Task item: How many lines of the entries below include the word "otherSession"? Answer with the number alone.

Given data:
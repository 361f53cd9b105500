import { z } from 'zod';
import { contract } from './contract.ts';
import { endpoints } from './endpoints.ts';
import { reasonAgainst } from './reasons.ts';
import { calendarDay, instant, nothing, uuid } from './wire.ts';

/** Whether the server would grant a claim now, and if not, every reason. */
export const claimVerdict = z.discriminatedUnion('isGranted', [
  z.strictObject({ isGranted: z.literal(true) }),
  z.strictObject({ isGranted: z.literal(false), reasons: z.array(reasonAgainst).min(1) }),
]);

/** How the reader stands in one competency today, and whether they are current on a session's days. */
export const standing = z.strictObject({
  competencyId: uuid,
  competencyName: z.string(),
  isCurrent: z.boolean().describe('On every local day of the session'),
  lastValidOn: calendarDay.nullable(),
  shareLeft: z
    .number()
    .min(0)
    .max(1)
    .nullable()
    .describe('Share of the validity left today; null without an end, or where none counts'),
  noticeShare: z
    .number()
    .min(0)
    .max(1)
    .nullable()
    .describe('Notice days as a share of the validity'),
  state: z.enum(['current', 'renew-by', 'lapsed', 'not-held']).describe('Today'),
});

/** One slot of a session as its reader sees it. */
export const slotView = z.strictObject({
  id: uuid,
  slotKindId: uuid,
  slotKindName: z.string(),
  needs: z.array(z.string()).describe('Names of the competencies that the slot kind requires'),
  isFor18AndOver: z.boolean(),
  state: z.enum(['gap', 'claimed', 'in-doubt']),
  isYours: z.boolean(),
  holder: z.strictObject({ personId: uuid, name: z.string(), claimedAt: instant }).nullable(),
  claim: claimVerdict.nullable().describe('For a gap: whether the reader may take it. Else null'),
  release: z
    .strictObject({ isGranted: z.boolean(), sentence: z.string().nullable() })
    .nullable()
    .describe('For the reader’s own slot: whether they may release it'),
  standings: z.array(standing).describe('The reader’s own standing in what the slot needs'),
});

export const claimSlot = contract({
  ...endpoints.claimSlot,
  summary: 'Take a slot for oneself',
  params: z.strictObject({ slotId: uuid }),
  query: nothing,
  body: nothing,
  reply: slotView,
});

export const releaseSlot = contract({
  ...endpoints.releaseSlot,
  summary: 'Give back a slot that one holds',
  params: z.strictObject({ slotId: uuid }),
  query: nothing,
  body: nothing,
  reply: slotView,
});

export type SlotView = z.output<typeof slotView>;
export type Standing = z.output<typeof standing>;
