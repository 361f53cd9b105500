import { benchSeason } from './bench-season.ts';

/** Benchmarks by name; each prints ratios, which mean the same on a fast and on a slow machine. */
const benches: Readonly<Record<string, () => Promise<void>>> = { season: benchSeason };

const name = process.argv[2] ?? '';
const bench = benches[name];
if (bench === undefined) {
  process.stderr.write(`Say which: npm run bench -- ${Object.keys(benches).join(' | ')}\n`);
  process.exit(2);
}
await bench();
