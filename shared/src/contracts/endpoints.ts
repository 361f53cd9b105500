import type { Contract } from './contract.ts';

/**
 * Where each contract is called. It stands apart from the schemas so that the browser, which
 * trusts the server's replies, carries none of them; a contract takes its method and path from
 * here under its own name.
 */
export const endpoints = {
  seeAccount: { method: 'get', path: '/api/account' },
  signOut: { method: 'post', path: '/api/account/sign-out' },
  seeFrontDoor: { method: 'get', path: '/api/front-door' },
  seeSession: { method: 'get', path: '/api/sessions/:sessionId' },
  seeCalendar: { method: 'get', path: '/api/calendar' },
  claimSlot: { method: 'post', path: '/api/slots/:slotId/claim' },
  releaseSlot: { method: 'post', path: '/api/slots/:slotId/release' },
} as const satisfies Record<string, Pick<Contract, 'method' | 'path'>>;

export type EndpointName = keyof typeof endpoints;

...

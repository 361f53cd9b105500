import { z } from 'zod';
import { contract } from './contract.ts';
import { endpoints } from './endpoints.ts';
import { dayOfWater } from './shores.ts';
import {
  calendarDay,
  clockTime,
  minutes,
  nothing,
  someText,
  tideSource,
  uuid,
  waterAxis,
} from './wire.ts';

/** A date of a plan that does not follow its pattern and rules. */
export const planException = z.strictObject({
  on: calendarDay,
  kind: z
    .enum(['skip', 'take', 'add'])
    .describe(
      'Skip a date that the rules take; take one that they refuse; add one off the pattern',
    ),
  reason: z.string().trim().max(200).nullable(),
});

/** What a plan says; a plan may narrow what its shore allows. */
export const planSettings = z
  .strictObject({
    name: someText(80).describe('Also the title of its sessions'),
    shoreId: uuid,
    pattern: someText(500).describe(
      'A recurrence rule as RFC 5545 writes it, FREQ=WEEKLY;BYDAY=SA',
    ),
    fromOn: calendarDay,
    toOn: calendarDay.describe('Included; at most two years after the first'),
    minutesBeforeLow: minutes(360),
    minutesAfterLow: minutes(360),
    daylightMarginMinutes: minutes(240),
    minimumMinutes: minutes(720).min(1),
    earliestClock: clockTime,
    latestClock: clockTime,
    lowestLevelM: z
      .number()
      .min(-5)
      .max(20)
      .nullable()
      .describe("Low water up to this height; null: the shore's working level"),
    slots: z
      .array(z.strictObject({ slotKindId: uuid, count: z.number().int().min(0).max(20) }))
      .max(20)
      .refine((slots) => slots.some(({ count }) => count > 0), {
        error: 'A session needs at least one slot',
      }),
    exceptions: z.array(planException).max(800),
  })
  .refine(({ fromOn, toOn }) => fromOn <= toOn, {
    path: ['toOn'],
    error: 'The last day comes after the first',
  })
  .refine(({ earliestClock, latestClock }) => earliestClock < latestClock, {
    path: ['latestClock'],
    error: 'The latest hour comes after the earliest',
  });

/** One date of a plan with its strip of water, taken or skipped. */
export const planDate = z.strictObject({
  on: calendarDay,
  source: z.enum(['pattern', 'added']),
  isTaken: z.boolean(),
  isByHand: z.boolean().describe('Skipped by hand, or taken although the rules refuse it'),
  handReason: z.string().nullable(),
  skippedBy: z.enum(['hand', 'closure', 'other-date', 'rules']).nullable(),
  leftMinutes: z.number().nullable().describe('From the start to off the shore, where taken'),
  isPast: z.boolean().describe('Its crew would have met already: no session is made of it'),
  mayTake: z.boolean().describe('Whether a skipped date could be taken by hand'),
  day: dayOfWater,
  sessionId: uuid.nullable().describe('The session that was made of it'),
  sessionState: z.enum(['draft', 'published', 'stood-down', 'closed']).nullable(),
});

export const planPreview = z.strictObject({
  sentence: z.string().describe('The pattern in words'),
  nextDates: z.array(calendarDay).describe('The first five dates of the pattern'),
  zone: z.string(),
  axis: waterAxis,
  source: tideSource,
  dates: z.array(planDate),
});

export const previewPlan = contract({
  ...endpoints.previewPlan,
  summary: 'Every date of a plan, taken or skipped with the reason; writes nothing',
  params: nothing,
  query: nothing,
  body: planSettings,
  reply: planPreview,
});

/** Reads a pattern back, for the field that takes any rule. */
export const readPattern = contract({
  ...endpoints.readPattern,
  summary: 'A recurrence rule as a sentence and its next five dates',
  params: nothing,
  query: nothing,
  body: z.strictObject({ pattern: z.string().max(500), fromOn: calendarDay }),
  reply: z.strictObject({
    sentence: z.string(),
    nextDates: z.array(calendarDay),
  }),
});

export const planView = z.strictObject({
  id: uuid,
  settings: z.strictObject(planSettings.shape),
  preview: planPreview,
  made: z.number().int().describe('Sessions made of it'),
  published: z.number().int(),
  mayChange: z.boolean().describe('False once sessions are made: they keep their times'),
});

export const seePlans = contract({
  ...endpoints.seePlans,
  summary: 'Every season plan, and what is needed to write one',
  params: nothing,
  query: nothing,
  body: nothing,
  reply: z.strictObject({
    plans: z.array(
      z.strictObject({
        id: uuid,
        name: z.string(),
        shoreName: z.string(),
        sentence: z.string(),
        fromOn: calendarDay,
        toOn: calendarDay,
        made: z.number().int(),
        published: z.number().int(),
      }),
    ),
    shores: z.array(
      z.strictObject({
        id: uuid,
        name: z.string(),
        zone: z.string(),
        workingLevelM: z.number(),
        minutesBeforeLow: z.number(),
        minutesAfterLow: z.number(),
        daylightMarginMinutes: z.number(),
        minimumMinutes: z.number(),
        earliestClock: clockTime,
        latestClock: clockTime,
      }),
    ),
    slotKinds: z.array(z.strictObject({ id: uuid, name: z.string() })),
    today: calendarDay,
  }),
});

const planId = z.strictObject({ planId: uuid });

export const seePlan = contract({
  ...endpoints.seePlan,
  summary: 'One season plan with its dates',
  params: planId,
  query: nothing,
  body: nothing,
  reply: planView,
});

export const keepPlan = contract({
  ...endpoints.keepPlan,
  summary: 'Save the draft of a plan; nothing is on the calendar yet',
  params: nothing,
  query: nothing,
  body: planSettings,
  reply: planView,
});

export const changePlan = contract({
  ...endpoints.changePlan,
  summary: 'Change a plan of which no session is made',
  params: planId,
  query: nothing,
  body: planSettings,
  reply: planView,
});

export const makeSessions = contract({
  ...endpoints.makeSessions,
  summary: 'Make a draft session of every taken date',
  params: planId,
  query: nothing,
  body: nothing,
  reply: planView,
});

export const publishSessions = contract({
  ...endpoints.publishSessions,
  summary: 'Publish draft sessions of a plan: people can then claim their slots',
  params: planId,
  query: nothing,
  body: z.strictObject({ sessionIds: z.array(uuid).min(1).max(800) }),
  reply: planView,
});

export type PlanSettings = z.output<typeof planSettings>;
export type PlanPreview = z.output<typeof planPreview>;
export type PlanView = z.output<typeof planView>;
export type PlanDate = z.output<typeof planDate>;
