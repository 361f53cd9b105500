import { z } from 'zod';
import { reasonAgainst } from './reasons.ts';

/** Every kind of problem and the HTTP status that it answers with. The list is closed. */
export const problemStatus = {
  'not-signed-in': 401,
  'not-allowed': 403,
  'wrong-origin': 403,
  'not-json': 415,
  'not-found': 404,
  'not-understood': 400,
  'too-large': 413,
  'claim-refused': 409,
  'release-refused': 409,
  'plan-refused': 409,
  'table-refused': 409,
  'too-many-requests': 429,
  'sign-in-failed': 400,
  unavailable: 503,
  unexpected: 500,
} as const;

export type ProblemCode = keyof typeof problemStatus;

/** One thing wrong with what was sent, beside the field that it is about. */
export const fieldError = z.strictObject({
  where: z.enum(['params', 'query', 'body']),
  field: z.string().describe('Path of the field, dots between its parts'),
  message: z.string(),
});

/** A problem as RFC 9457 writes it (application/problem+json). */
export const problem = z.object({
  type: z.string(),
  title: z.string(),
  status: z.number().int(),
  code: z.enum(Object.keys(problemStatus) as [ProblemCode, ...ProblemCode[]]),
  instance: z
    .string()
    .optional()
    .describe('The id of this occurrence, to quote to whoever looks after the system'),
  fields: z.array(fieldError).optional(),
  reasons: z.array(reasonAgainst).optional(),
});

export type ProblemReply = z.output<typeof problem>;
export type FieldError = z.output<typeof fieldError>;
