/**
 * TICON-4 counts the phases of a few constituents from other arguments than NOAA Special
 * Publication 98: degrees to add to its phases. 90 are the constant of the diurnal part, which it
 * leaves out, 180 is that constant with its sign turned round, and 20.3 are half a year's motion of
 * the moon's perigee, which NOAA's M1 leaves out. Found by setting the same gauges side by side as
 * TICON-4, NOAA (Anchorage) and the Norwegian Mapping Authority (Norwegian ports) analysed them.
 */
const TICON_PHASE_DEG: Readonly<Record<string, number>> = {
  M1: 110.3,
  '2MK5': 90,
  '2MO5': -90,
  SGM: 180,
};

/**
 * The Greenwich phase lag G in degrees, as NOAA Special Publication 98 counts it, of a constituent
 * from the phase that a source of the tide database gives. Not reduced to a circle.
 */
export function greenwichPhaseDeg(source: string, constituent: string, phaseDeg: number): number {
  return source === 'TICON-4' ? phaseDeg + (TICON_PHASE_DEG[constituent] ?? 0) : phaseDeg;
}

---

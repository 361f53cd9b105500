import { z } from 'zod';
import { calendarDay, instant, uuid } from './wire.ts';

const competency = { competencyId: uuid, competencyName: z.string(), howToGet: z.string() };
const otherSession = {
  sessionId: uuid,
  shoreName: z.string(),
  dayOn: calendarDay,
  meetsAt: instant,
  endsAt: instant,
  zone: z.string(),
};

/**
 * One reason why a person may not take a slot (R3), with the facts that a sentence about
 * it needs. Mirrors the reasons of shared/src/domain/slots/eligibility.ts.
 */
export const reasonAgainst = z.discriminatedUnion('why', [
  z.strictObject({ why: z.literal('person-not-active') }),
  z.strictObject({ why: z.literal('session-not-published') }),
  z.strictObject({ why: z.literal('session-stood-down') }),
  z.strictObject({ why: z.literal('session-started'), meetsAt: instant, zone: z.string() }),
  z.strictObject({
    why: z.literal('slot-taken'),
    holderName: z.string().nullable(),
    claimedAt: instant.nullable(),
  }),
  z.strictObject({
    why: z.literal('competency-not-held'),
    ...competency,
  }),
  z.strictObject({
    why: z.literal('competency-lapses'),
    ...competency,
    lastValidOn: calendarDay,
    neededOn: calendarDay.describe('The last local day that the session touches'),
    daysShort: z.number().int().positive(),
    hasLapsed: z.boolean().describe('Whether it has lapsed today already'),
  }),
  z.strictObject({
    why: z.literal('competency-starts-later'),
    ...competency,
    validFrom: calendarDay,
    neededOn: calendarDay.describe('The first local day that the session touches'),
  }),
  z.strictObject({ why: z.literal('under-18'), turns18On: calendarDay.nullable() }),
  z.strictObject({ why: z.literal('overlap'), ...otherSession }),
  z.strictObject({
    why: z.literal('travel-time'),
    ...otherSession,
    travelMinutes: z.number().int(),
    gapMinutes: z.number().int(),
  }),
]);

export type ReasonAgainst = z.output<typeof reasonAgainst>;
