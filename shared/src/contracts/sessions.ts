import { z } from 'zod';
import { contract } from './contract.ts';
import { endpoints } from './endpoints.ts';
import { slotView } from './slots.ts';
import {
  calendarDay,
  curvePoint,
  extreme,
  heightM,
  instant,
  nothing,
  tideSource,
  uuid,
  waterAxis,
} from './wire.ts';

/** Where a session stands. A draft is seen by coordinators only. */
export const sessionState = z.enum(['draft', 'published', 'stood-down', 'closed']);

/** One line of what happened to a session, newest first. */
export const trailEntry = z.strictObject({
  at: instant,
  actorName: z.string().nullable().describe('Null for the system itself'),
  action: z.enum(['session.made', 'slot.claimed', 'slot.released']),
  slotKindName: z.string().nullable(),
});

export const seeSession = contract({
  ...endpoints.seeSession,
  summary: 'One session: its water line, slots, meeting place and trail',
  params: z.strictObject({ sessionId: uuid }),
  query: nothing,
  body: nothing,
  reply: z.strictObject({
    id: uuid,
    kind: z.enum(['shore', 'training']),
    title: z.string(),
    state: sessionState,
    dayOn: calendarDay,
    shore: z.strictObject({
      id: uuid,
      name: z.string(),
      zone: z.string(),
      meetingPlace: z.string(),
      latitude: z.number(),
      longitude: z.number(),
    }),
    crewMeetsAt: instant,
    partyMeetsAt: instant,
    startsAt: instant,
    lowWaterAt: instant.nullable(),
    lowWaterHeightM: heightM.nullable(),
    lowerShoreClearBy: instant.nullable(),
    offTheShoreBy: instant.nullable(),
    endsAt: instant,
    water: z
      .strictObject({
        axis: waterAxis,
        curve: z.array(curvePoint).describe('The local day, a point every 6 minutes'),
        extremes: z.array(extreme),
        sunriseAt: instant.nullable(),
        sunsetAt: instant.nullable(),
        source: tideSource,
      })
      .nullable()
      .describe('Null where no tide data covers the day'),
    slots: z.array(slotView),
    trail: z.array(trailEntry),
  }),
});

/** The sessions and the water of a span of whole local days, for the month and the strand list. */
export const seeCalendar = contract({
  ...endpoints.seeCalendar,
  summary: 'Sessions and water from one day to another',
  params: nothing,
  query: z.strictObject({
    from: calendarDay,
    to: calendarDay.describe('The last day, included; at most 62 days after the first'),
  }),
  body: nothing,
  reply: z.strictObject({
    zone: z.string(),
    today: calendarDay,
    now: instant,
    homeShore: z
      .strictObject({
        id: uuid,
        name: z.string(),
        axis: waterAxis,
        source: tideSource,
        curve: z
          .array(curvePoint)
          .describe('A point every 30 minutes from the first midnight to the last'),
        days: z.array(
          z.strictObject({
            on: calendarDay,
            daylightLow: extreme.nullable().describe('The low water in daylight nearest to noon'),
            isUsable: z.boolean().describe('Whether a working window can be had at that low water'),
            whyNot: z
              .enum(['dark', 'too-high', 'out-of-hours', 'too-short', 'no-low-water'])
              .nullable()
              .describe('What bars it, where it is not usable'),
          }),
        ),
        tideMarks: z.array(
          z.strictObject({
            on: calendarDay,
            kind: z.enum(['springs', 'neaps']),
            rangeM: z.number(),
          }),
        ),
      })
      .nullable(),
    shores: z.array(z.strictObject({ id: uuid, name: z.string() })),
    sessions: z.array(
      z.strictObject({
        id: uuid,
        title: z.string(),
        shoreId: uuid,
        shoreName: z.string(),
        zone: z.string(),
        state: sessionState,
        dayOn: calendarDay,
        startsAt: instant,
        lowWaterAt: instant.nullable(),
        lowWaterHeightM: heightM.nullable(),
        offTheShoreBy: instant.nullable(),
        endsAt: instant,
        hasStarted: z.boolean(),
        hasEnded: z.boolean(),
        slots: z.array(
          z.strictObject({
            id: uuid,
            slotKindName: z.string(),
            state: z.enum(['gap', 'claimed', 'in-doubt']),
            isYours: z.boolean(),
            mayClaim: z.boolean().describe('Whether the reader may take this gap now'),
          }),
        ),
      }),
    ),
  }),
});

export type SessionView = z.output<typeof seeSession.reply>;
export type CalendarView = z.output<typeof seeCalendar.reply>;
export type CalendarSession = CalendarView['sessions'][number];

Exercise solution: 3